Data records Block Start

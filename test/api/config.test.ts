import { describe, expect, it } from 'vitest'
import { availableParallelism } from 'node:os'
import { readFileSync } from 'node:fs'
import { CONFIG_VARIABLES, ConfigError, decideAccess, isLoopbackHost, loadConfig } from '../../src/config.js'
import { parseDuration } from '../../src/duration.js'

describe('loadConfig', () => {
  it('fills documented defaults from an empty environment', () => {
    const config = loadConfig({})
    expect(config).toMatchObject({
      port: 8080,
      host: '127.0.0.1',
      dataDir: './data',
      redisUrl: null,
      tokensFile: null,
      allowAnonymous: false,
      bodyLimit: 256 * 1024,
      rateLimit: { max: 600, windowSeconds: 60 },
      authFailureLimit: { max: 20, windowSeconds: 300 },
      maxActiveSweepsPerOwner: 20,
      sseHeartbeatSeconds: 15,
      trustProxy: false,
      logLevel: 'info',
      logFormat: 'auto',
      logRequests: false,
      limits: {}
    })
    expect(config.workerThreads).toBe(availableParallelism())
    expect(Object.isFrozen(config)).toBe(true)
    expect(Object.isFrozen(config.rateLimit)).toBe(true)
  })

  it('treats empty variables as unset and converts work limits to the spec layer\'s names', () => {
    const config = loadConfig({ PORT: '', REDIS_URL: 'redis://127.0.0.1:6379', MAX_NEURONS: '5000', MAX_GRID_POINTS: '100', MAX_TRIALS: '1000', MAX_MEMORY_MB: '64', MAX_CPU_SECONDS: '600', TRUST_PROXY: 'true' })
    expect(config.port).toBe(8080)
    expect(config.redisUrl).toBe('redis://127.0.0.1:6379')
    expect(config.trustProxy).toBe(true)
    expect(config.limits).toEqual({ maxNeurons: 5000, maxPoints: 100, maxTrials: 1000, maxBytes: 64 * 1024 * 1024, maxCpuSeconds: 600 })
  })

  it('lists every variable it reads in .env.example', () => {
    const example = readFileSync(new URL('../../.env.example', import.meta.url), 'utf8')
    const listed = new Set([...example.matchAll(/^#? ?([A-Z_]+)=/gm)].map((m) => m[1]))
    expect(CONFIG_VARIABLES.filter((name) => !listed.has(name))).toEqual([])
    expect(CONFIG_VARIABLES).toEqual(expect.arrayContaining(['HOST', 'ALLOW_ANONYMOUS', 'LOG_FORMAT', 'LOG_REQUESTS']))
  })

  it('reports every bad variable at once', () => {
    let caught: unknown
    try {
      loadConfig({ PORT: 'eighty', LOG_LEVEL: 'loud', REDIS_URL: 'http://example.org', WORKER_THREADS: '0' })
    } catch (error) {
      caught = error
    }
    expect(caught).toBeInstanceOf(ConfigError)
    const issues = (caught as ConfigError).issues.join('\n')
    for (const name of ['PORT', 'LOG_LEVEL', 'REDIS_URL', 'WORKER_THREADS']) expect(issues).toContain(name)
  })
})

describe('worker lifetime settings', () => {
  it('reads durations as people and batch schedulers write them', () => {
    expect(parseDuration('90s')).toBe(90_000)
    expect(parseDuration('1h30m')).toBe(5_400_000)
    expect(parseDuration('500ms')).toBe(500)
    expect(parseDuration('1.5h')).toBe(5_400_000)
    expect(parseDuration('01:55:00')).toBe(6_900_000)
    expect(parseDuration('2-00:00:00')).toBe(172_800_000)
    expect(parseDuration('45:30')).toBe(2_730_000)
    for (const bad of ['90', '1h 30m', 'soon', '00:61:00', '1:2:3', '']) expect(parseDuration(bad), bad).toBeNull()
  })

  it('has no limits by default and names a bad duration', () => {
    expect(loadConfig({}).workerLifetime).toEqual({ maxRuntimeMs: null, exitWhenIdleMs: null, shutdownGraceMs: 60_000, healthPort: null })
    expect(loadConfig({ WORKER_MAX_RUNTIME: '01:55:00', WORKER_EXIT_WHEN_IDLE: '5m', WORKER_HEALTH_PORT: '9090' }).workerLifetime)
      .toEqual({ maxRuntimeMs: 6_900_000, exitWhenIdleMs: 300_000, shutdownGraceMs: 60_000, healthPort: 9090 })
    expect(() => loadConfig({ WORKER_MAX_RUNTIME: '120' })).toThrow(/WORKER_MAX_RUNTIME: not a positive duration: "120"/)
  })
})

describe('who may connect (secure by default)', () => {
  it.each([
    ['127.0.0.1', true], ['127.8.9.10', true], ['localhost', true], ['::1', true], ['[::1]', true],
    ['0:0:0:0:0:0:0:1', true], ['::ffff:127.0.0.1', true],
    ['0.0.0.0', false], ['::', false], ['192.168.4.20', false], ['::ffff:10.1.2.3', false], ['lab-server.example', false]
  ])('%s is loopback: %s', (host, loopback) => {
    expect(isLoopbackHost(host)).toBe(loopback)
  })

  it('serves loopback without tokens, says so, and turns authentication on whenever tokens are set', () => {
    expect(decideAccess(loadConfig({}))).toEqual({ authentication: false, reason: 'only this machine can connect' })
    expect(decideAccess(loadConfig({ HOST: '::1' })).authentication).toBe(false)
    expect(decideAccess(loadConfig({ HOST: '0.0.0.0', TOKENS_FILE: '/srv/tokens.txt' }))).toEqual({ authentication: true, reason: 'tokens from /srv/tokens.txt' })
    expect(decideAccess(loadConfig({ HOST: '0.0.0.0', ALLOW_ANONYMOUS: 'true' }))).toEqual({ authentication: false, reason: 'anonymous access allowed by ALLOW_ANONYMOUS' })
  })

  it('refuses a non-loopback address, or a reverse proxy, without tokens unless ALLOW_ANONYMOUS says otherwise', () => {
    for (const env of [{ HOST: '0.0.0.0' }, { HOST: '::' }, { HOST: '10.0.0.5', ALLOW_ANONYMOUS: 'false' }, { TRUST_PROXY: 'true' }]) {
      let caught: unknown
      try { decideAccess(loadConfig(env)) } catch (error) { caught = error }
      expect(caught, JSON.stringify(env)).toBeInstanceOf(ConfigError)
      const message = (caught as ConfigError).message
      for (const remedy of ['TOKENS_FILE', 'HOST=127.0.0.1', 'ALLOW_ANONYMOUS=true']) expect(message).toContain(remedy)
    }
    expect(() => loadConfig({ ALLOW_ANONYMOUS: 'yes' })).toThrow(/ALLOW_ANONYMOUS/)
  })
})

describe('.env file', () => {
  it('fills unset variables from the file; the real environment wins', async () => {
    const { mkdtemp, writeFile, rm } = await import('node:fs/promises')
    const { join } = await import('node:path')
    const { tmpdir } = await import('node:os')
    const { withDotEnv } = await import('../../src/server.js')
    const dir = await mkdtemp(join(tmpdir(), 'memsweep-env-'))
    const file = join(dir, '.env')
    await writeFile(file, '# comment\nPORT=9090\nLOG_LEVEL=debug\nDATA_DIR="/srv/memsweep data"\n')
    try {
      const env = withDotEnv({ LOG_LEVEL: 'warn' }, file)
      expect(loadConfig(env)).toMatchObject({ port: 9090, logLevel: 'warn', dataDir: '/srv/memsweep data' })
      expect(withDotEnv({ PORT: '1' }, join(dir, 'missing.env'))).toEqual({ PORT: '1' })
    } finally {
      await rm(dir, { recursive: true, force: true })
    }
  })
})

Data records Block End

Return every line from the entries that holds the string "listed".

• [Result for this task]
    const listed = new Set([...example.matchAll(/^#? ?([A-Z_]+)=/gm)].map((m) => m[1]))
    expect(CONFIG_VARIABLES.filter((name) => !listed.has(name))).toEqual([])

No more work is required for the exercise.